The function is expected to support an increasingly disengaged workforce (“full up” to quote Josh Bersin) which craves recognition and attention. At the same time they have to reduce costs, upskill, optimize headcount and boost productivity. Oftentimes HR professionals find themselves on a hiding to nothing, trying to be all things to all people, all of the time. The word burnout cropped up frequently.
Away from tech
But interestingly there was plenty of advice around taking on that challenge, involving words that did not talk about employee engagement, candidate journey, blockchain, intelligent technologies or skill gaps. This language was less concrete: magic, trust, courage, impact, communication, “air listening,” pausing, “eye brilliance”, learning, empathy and understanding. More about that next time!
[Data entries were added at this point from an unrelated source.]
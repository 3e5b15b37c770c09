import { existsSync } from 'node:fs'
import { dirname, join } from 'node:path'
import { pathToFileURL } from 'node:url'
import { Worker } from 'node:worker_threads'
import { blocks } from '../../shared/measurements/tabular/problem'
import { WORKBOOK_LIMITS } from '../../shared/measurements/workbook/limits'
import type { WorkbookRead } from '../../shared/measurements/workbook/types'

/** Reads workbooks; the same bytes give the same cells. A file that cannot be read is a problem of the file, not an exception. */
export interface Workbooks {
  read: (bytes: Uint8Array) => Promise<WorkbookRead>
}

const MEMORY_MB = 512

/** Each workbook in a thread of its own with a limit of time and memory: what a file does there ends with the thread. */
export function threadWorkbooks(): Workbooks {
  return { read: bytes => runThread(bytes) }
}

async function runThread(bytes: Uint8Array): Promise<WorkbookRead> {
  const worker = openThread(bytes)
  try {
    return await answerOf(worker)
  }
  finally {
    await worker.terminate()
  }
}

function answerOf(worker: Worker): Promise<WorkbookRead> {
  return new Promise((resolve, reject) => {
    const late = setTimeout(() => resolve(tooMuch(`It takes longer than ${WORKBOOK_LIMITS.seconds} s to read.`)), WORKBOOK_LIMITS.seconds * 1000)
    worker.once('message', (read: WorkbookRead) => {
      clearTimeout(late)
      resolve(read)
    })
    worker.once('error', (error: Error & { code?: string }) => {
      clearTimeout(late)
      if (error.code === 'ERR_WORKER_OUT_OF_MEMORY') resolve(tooMuch('It needs more memory than a table of the largest size allowed.'))
      else reject(error)
    })
  })
}

const tooMuch = (message: string): WorkbookRead => ({ ok: false, problem: blocks('workbook', message, 'the sheet with the measurement saved as CSV, or a workbook with that sheet alone') })

/** Beside the built server; from its source, through the compiler that runs sources, in tests and while developing. */
function openThread(workerData: Uint8Array): Worker {
  const resourceLimits = { maxOldGenerationSizeMb: MEMORY_MB }
  const built = join(dirname(process.argv[1] ?? ''), 'workbookThread.mjs')
  if (existsSync(built)) return new Worker(built, { workerData, resourceLimits })
  const source = pathToFileURL(join(process.cwd(), 'server', 'worker', 'workbookThread.ts')).href
  return new Worker(`import('tsx/esm/api').then(({ register }) => { register(); return import(${JSON.stringify(source)}) })`, { eval: true, workerData, resourceLimits })
}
So, the challenge is integrating the HR buzzwords which are now increasingly familiar and for some a little scary, with other less tangible, indefinable ingredients which have always been there. It’s the context which has changed.
Peter Hinssen author of “Day After Tomorrow” in his keynote urged us all to make a difference. “We all have a responsibility to put a small dent in the universe each day to make it a better place.”
To do that we have to relearn how to connect not just with ourselves, but with the people around us in more meaningful ways. With relationships based on trust and purpose, HR can step back from its role as the digital process nanny and let the systems do the “hands” work. HR can then take on a more empowering and dynamic role. Janina Kugel, CHRO at Siemens summed it up beautifully “Refusing to babysit managers will not make you loved but you’ll be respected for it.”
Hinssen carries on “It’s not about technology, it’s about change. It’s about our willingness and capability to do something different”
For some that’s scarier than buying a suite of software. Why? Because it’s about them. As Heather E McGowan future of work strategist suggests “In the past, we learned to work, in the future, we work to continuously learn.”
Changing and learning? Who thinks that sounds like fun?